**EXERCISE DETAILS**
Find every line in the records below that contains "over", and copy it.

[[ EXCERPTED RECORDS, beginning ]]

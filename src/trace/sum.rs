//! Sums of terms over many k.

use rayon::prelude::*;

use super::plan::{self, Segment};
use super::smoothed::{SmoothedTerms, Value};
use super::term::Term;
use super::{direct, fast};

/// The points start, start + step, ..., `count` of them.
#[derive(Clone, Copy, Debug, PartialEq)]
pub struct UniformGrid {
    /// First k.
    pub start: f64,
    /// Distance of neighbours, positive.
    pub step: f64,
    /// Number of points.
    pub count: usize,
}

impl UniformGrid {
    /// The point with number `index`.
    pub fn point(&self, index: usize) -> f64 {
        self.start + self.step * index as f64
    }

    /// All points in order.
    pub fn points(&self) -> Vec<f64> {
        (0..self.count).map(|index| self.point(index)).collect()
    }
}

/// The sum of the oscillating terms at a number of k.
#[derive(Clone, Debug, Default, PartialEq)]
pub struct OrbitSum {
    /// Contribution to the staircase N(k), in levels.
    pub staircase: Vec<f64>,
    /// Contribution to the density dN/dk.
    pub density: Vec<f64>,
}

/// The part of a sum that is being computed.
pub(super) struct Target<'a> {
    pub(super) staircase: &'a mut [f64],
    pub(super) density: &'a mut [f64],
}

/// Part of the accuracy that the series of a term may use up; the fast transform needs the rest.
const SERIES_SHARE: f64 = 0.1;

/// Accuracy of [`sum_on_grid`] that is enough for everything that is compared with levels.
pub const DEFAULT_ACCURACY: f64 = 1e-10;

/// Sums `terms`, smoothed with a Gaussian of standard deviation `smoothing` in k (may be 0), over a uniform grid.
///
/// The error of the staircase is below `accuracy` times the sum of the terms' unsmoothed amplitudes, that of the density below
/// `accuracy` times the sum of amplitude times length, plus the rounding of the phases k l in double precision (k l times 1e-16).
/// Below an accuracy of 4e-13 all terms are summed directly. The result does not depend on the number of threads.
pub fn sum_on_grid(terms: &[Term], grid: &UniformGrid, smoothing: f64, accuracy: f64) -> OrbitSum {
    let smoothed = SmoothedTerms::with_accuracy(terms, smoothing, SERIES_SHARE * accuracy);
    let mut sum = OrbitSum {
        staircase: vec![0.0; grid.count],
        density: vec![0.0; grid.count],
    };
    for segment in plan::segments(&smoothed, grid, accuracy) {
        let Segment {
            points,
            direct,
            fast,
        } = segment;
        let part = UniformGrid {
            start: grid.point(points.start),
            step: grid.step,
            count: points.len(),
        };
        let mut target = Target {
            staircase: &mut sum.staircase[points.clone()],
            density: &mut sum.density[points],
        };
        direct::add(&smoothed, &direct, &part, &mut target);
        for class in fast {
            fast::add(&smoothed, &class, &part, accuracy, &mut target);
        }
    }
    sum
}

/// Sums `terms`, smoothed with a Gaussian of standard deviation `smoothing` in k (may be 0), at arbitrary points, one by one.
///
/// Errors are those of [`SmoothedTerms`].
pub fn sum_at(terms: &[Term], points: &[f64], smoothing: f64) -> OrbitSum {
    let smoothed = SmoothedTerms::new(terms, smoothing);
    let values: Vec<Value> = points.par_iter().map(|&k| smoothed.at(k)).collect();
    OrbitSum {
        staircase: values.iter().map(|value| value.staircase).collect(),
        density: values.iter().map(|value| value.density).collect(),
    }
}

[[ EXCERPTED RECORDS, end ]]

**REPLY TO THE EXERCISE**
//! Sums of terms over many k.
/// Sums `terms`, smoothed with a Gaussian of standard deviation `smoothing` in k (may be 0), over a uniform grid.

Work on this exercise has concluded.